Summary of cell disruption

Individual evidence

↑ D. Freifelder, PF Davison: Studies on the sonic degradation of deoxyribonucleic acid. In: Biophys J. (1962), Vol. 2, pp. 235-247. PMID 13894963 ; PMC 1366369 (free full text).
↑ P. Chomczynski, N. Sacchi: Single-step method of RNA isolation by acid guanidinium thiocyanate-phenol-chloroform extraction. In: Anal Biochem . (1987) 162 (1), pp. 156-159. PMID 2440339 .
↑ HC Birnboim, J. Doly: A rapid alkaline extraction procedure for screening recombinant plasmid DNA. In: Nucleic Acids Res. (1979), Vol. 7 (6), pp. 1513-1523. PMID 388356 ; PMC 342324 (free full text).

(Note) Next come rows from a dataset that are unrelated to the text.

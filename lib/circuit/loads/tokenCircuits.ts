/**
 * Builders for token loads (plain readonly data, validated once here; the describing-function
 * hot path trusts them). Each returns a {@link TokenLoad}.
 */
import type { Diode, Led } from "./led.ts";
import type { TokenLoad } from "./types.ts";
import * as z from "../../zod.ts";
import { TanklightInputError } from "../../errors.ts";
import { parseInput, lazySchema } from "../../schema.ts";

/** halfWaveReservoir's options: only their keys are checked here (values below, SI numbers). */
const HalfWaveOptions = lazySchema(() => z.strictObject({
  options: z.strictObject({ seriesResistance: z.unknown().optional(), frequency: z.unknown().optional() }, { error: "must be an object { seriesResistance?, frequency? }" }),
}));

function requireJunction(x: unknown, kind: "led" | "diode", field: string, where: string): void {
  const k = (x as { kind?: unknown } | null)?.kind;
  if (k !== kind) {
    throw new TanklightInputError(
      [{ path: field, message: `must be ${kind === "led" ? "an LED from led()/ledPreset()" : "a diode from diode()/diodePreset()"}`, value: k ?? x }],
      where,
    );
  }
}

function requireNonNegative(x: unknown, field: string, unit: string, where: string): void {
  if (!(typeof x === "number" && Number.isFinite(x) && x >= 0)) {
    throw new TanklightInputError([{ path: field, message: `must be a finite number ≥ 0 ${unit}`, value: x }], where);
  }
}

function requirePos(x: unknown, field: string, unit: string, where: string): void {
  if (!(typeof x === "number" && Number.isFinite(x) && x > 0)) {
    throw new TanklightInputError([{ path: field, message: `must be a finite number > 0 ${unit}`, value: x }], where);
  }
}

/** One LED across the tank. @example singleLed(ledPreset("red")) */
export function singleLed(l: Led): TokenLoad {
  requireJunction(l, "led", "led", "singleLed");
  return { kind: "led", led: l };
}

/**
 * Two LEDs back to back (any two colours): a on the positive, b on the negative half-cycle.
 * @example antiParallelPair(ledPreset("red"), ledPreset("green-gap")).kind // → "antiParallel"
 */
export function antiParallelPair(a: Led, b: Led): TokenLoad {
  requireJunction(a, "led", "a", "antiParallelPair");
  requireJunction(b, "led", "b", "antiParallelPair");
  return { kind: "antiParallel", a, b };
}

/**
 * Two LEDs in parallel pointing the same way.
 * @example sameDirectionPair(ledPreset("red"), ledPreset("green-gap")).kind // → "parallelSameDirection"
 */
export function sameDirectionPair(a: Led, b: Led): TokenLoad {
  requireJunction(a, "led", "a", "sameDirectionPair");
  requireJunction(b, "led", "b", "sameDirectionPair");
  return { kind: "parallelSameDirection", a, b };
}

/**
 * A full-wave bridge of four identical diodes feeding an LED, with an optional series
 * resistor (Ω ≥ 0) in the DC path.
 * @example bridgeRectifier(diodePreset("schottky"), ledPreset("red")).kind // → "bridge"
 */
export function bridgeRectifier(d: Diode, l: Led, seriesResistance = 0): TokenLoad {
  requireJunction(d, "diode", "diode", "bridgeRectifier");
  requireJunction(l, "led", "led", "bridgeRectifier");
  requireNonNegative(seriesResistance, "seriesResistance", "Ω", "bridgeRectifier");
  return { kind: "bridge", diode: d, led: l, seriesResistance };
}

/**
 * A half-wave rectifier (diode + optional series resistor) charging a reservoir capacitor
 * with the LED across it. capacitance F > 0; frequency Hz > 0 (optional, ripple estimate only).
 * @example halfWaveReservoir(diodePreset("schottky"), ledPreset("red"), 1e-6).capacitance // → 1e-6 (F)
 */
export function halfWaveReservoir(
  d: Diode,
  l: Led,
  capacitance: number,
  options: { readonly seriesResistance?: number; readonly frequency?: number } = {},
): TokenLoad {
  parseInput(HalfWaveOptions, { options }, "halfWaveReservoir");
  requireJunction(d, "diode", "diode", "halfWaveReservoir");
  requireJunction(l, "led", "led", "halfWaveReservoir");
  requirePos(capacitance, "capacitance", "F", "halfWaveReservoir");
  if (options.seriesResistance !== undefined) requireNonNegative(options.seriesResistance, "seriesResistance", "Ω", "halfWaveReservoir");
  if (options.frequency !== undefined) requirePos(options.frequency, "frequency", "Hz", "halfWaveReservoir");
  return {
    kind: "halfWaveReservoir",
    diode: d,
    led: l,
    capacitance,
    ...(options.seriesResistance !== undefined ? { seriesResistance: options.seriesResistance } : {}),
    ...(options.frequency !== undefined ? { frequency: options.frequency } : {}),
  };
}

/**
 * A plain resistor (Ω > 0), for checks.
 * @example resistorLoad(100).resistance // → 100 (Ω)
 */
export function resistorLoad(resistance: number): TokenLoad {
  requirePos(resistance, "resistance", "Ω", "resistorLoad");
  return { kind: "resistor", resistance };
}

[1] D. Freifelder, PF Davison: Studies on the sonic degradation of deoxyribonucleic acid. In: Biophys J. (1962), Vol. 2, pp. 235-247. PMID 13894963 ; PMC 1366369 (free full text).

[2] P. Chomczynski, N. Sacchi: Single-step method of RNA isolation by acid guanidinium thiocyanate-phenol-chloroform extraction. In: Anal Biochem . (1987) 162 (1), pp. 156-159. PMID 2440339 .

[3] HC Birnboim, J. Doly: A rapid alkaline extraction procedure for screening recombinant plasmid DNA. In: Nucleic Acids Res. (1979), Vol. 7 (6), pp. 1513-1523. PMID 388356 ; PMC 342324 (free full text).